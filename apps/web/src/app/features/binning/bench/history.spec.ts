import { addCut, mergeNumeric, moveCut, type FineClasses, type NumericBins } from '@tallystone/numeric/bench';
import { utilisation } from '../testing/characteristics';
import {
  act,
  begin,
  currentBins,
  explain,
  keepMine,
  mostSteps,
  redo,
  reset,
  toSave,
  undo,
  unexplained,
  type History,
} from './history';

const fine: FineClasses = utilisation.fine;
const automatic: NumericBins = { kind: 'numeric', edges: [20, 40], special: ['own'], missing: 'own' };
let clock = 0;
let ids = 0;
const later = (history: History, make: (bins: NumericBins) => ReturnType<typeof moveCut>, after = 5000): History => {
  clock += after;
  const edit = make(currentBins(history) as NumericBins);
  if (!edit) throw new Error('The edit cannot be done');
  return act(history, edit, `id-${ids++}`, clock);
};

describe('the history of a bench', () => {
  it('chains edits from the automatic bins and takes them back', () => {
    let history = begin(automatic, []);
    history = later(history, (bins) => addCut(fine, bins, 60));
    history = later(history, (bins) => mergeNumeric(fine, bins, 0));
    expect(currentBins(history)).toEqual({ ...automatic, edges: [40, 60] });
    expect(history.edits[0].before).toEqual(automatic);
    expect(history.edits[1].before).toEqual(history.edits[0].after);
    const back = undo(undo(history));
    expect(currentBins(back)).toEqual(automatic);
    expect(toSave(back)).toEqual({ bins: automatic, edits: [] });
    expect(redo(redo(back)).edits).toEqual(history.edits);
    expect(undo(back)).toBe(back);
    expect(redo(history)).toBe(history);
  });

  it('keeps fifty steps', () => {
    let history = begin(automatic, []);
    for (let step = 0; step < 60; step++) history = later(history, (bins) => moveCut(fine, bins, 0, step % 2 === 0 ? 10 : 20));
    for (let step = 0; step < mostSteps; step++) history = undo(history);
    expect(history.edits).toHaveLength(60 - mostSteps);
    expect(undo(history)).toBe(history);
    for (let step = 0; step < mostSteps; step++) history = redo(history);
    expect(history.edits).toHaveLength(60);
  });

  it('takes quick moves of one cut as one edit, and none when it is back where it was', () => {
    let history = begin(automatic, []);
    history = later(history, (bins) => moveCut(fine, bins, 0, 30));
    history = later(history, (bins) => moveCut(fine, bins, 0, 10), 300);
    expect(history.edits).toMatchObject([{ what: 'Cut moved from 20 to 10', before: automatic, after: { edges: [10, 40] } }]);
    expect(currentBins(undo(history))).toEqual(automatic);
    history = later(history, (bins) => moveCut(fine, bins, 0, 20), 300);
    expect(history.edits).toEqual([]);
    expect(undo(history)).toBe(history);
    history = later(history, (bins) => moveCut(fine, bins, 0, 10));
    history = later(history, (bins) => moveCut(fine, bins, 1, 60), 300);
    expect(history.edits).toHaveLength(2);
  });

  it('a new edit ends what could be redone', () => {
    let history = later(begin(automatic, []), (bins) => addCut(fine, bins, 60));
    history = undo(history);
    history = later(history, (bins) => addCut(fine, bins, 80));
    expect(redo(history)).toBe(history);
  });

  it('gives reasons that undo does not take away', () => {
    let history = later(begin(automatic, []), (bins) => addCut(fine, bins, 60));
    const [{ id }] = history.edits;
    history = later(history, (bins) => addCut(fine, bins, 80));
    history = explain(history, id, { code: 'round number', text: '' });
    expect(unexplained(history)).toBe(1);
    expect(undo(history).edits[0].reason).toEqual({ code: 'round number', text: '' });
    expect(redo(undo(undo(history))).edits[0].reason).toEqual({ code: 'round number', text: '' });
  });

  it('resets to automatic as a step like any other', () => {
    const history = later(begin(automatic, []), (bins) => addCut(fine, bins, 60));
    const fresh = reset(history);
    expect(currentBins(fresh)).toEqual(automatic);
    expect(undo(fresh).edits).toEqual(history.edits);
    expect(reset(fresh)).toBe(fresh);
  });

  it('keeps mine over theirs with one more edit, and theirs stays in the chain', () => {
    const theirs = later(begin(automatic, []), (bins) => addCut(fine, bins, 80));
    const editList = theirs.edits.map((edit) => ({ ...edit, by: 'Colin', at: '2026-01-01T00:00:00Z', inEffect: true })) as never;
    const mine: NumericBins = { ...automatic, edges: [20, 60] };
    const kept = keepMine({ automatic, current: currentBins(theirs), editList, changedBy: 'Colin' }, mine, 'mine');
    expect(kept.edits).toMatchObject([
      { kind: 'cut added' },
      { kind: 'kept own', what: 'Kept own bins over those of Colin', after: mine },
    ]);
    expect(currentBins(undo(kept))).toEqual(currentBins(theirs));
  });
});
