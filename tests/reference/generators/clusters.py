"""Complete-linkage clusters of invented correlations, by SciPy (scipy.cluster.hierarchy); Debian's python3-scipy.

    python3 tests/reference/generators/clusters.py > tests/reference/expected/clusters.json
"""
import json
import numpy
import scipy
from scipy.cluster.hierarchy import fcluster, linkage
from scipy.spatial.distance import squareform

random = numpy.random.default_rng(20261201)
cases = []
for size in (2, 5, 12, 30):
    common = random.standard_normal((400, max(1, size // 3)))
    columns = [common[:, j % common.shape[1]] * random.uniform(-1.5, 1.5) + random.standard_normal(400) * 0.6 for j in range(size)]
    matrix = numpy.corrcoef(numpy.array(columns))
    distance = 1 - numpy.abs(matrix)
    steps = linkage(squareform((distance + distance.T) / 2, checks=False), method="complete")
    cases.append({
        "size": size,
        "matrix": [[float(value) for value in line] for line in matrix],
        "heights": [float(step[2]) for step in steps],
        "clusters": {str(t): [int(name) for name in fcluster(steps, 1 - t, criterion="distance")] for t in (0.3, 0.5, 0.7, 0.9)},
    })
print(json.dumps({"source": f"scipy {scipy.__version__}, numpy {numpy.__version__}", "cases": cases}))
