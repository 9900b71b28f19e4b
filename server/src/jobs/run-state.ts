import type { ProblemItem } from '@tallystone/contracts/problems/schema';
import type { Transaction } from 'sequelize';
import type { Context } from '../context';
import { rows } from '../database/sql';
import { runsEnded } from '../logging/metrics';
import type { Handler, RunFacts } from './handler';
import { emitRunEvent } from './run-events';
import { enqueue } from './start-run';

/** The run was cancelled by a person. */
export class Cancelled extends Error {
  override readonly name = 'Cancelled';
}
/** Another attempt has begun or the run has ended: this one must leave no trace. */
export class Superseded extends Error {
  override readonly name = 'Superseded';
}
/** The worker stops: the run goes back to the queue. */
export class Stopping extends Error {
  override readonly name = 'Stopping';
}

/** A run as the worker holds it. */
export interface Held extends RunFacts {
  readonly queue: string;
  readonly payload: unknown;
  readonly mostAttempts: number;
  readonly state: string;
  readonly attempt: number;
}

const columns = `id, kind, queue, payload, state, attempt, most_attempts AS "mostAttempts", person_id AS "personId", model_id AS "modelId",
  entity, entity_id AS "entityId", request_id AS "requestId"`;

/** The key of the advisory lock that an attempt holds as long as its worker's connection lives. */
export const attemptKey = `hashtextextended('run-attempt:' || $1 || ':' || $2, 0)`;

/** Turns a queued run into a running one with a new attempt; null when this job is no longer the run's. */
export async function beginAttempt(
  { sequelize }: Context,
  tx: Transaction,
  runId: string,
  jobId: string,
  worker: string,
): Promise<Held | null> {
  const [run] = await rows<Held>(
    sequelize,
    `UPDATE runs SET state = 'running', attempt = attempt + 1, started_at = coalesce(started_at, clock_timestamp()), phase = NULL, share = NULL
     WHERE id = $1 AND job_id = $2 AND state = 'queued' RETURNING ${columns}`,
    [runId, jobId],
    tx,
  );
  if (!run) return null;
  await rows(
    sequelize,
    'INSERT INTO run_attempts (run_id, number, worker) VALUES ($1, $2, $3) RETURNING number',
    [runId, run.attempt, worker],
    tx,
  );
  await emitRunEvent(sequelize, tx, runId);
  return run;
}

/**
 * Locks the run for a write of one attempt.
 *
 * @throws Superseded or Cancelled when the attempt no longer counts
 */
export async function holdFence({ sequelize }: Context, tx: Transaction, run: Held): Promise<void> {
  const [now] = await rows<{ state: string; attempt: number }>(
    sequelize,
    'SELECT state, attempt FROM runs WHERE id = $1 FOR UPDATE',
    [run.id],
    tx,
  );
  if (now?.attempt === run.attempt && now.state === 'cancelling') throw new Cancelled('The run was cancelled');
  if (now?.attempt !== run.attempt || now.state !== 'running') throw new Superseded('Another attempt does this work');
}

export interface Ending {
  readonly state: 'succeeded' | 'failed' | 'cancelled';
  readonly outcome: 'succeeded' | 'failed' | 'cancelled' | 'lost';
  readonly result?: unknown;
  readonly problem?: ProblemItem;
}

/** Ends a run and its attempt. The caller holds the run's row. */
export async function endRun(
  context: Pick<Context, 'sequelize'>,
  tx: Transaction,
  run: Held,
  handler: Handler | undefined,
  ending: Ending,
): Promise<void> {
  const { sequelize } = context;
  if (ending.state !== 'succeeded') await handler?.abandon?.(tx, { ...run, outcome: ending.state });
  await rows(
    sequelize,
    `UPDATE runs SET state = $2, result = $3::jsonb, problem = $4::jsonb, share = CASE WHEN $2 = 'succeeded' THEN 1 ELSE share END,
       ended_at = clock_timestamp() WHERE id = $1 RETURNING id`,
    [run.id, ending.state, asColumn(ending.result), asColumn(ending.problem)],
    tx,
  );
  await rows(sequelize, 'DELETE FROM run_parts WHERE run_id = $1 RETURNING number', [run.id], tx);
  await closeAttempt(context, tx, run, ending.outcome);
  await emitRunEvent(sequelize, tx, run.id);
  runsEnded.inc({ kind: run.kind, state: ending.state });
}

/** Gives a run back to the queue for another attempt. The caller holds the run's row. */
export async function requeue(context: Context, tx: Transaction, run: Held, outcome: 'lost' | 'released'): Promise<void> {
  await closeAttempt(context, tx, run, outcome);
  await enqueue(context, tx, run.id, run.queue);
  await emitRunEvent(context.sequelize, tx, run.id);
}

async function closeAttempt({ sequelize }: Pick<Context, 'sequelize'>, tx: Transaction, run: Held, outcome: string): Promise<void> {
  await rows(
    sequelize,
    'UPDATE run_attempts SET ended_at = clock_timestamp(), outcome = $3 WHERE run_id = $1 AND number = $2 AND ended_at IS NULL RETURNING number',
    [run.id, run.attempt, outcome],
    tx,
  );
}

/** Locks every run that has not ended and reads the rows of this sample. */
export function takeRunsOnRows({ sequelize }: Pick<Context, 'sequelize'>, tx: Transaction, sampleId: string): Promise<Held[]> {
  return rows<Held>(
    sequelize,
    `SELECT ${columns} FROM runs WHERE sample_id = $1 AND state IN ('queued', 'running', 'cancelling') ORDER BY id FOR UPDATE`,
    [sampleId],
    tx,
  );
}

/** Locks one run if nobody else holds it. */
export async function takeRun({ sequelize }: Context, tx: Transaction, runId: string): Promise<Held | null> {
  const [run] = await rows<Held>(sequelize, `SELECT ${columns} FROM runs WHERE id = $1 FOR UPDATE SKIP LOCKED`, [runId], tx);
  return run ?? null;
}

const asColumn = (value: unknown): string | null => (value === undefined || value === null ? null : JSON.stringify(value));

------------------------------------

▶ [WHAT TO WORK ON]
Copy out the lines above word for word, stopping after the line containing "let ids = 0;".

▶ [RESULT OF THIS EXERCISE]
filename apps/web/src/app/features/binning/bench/history.spec.ts
import { addCut, mergeNumeric, moveCut, type FineClasses, type NumericBins } from '@tallystone/numeric/bench';
import { utilisation } from '../testing/characteristics';
import {
  act,
  begin,
  currentBins,
  explain,
  keepMine,
  mostSteps,
  redo,
  reset,
  toSave,
  undo,
  unexplained,
  type History,
} from './history';

const fine: FineClasses = utilisation.fine;
const automatic: NumericBins = { kind: 'numeric', edges: [20, 40], special: ['own'], missing: 'own' };
let clock = 0;
let ids = 0;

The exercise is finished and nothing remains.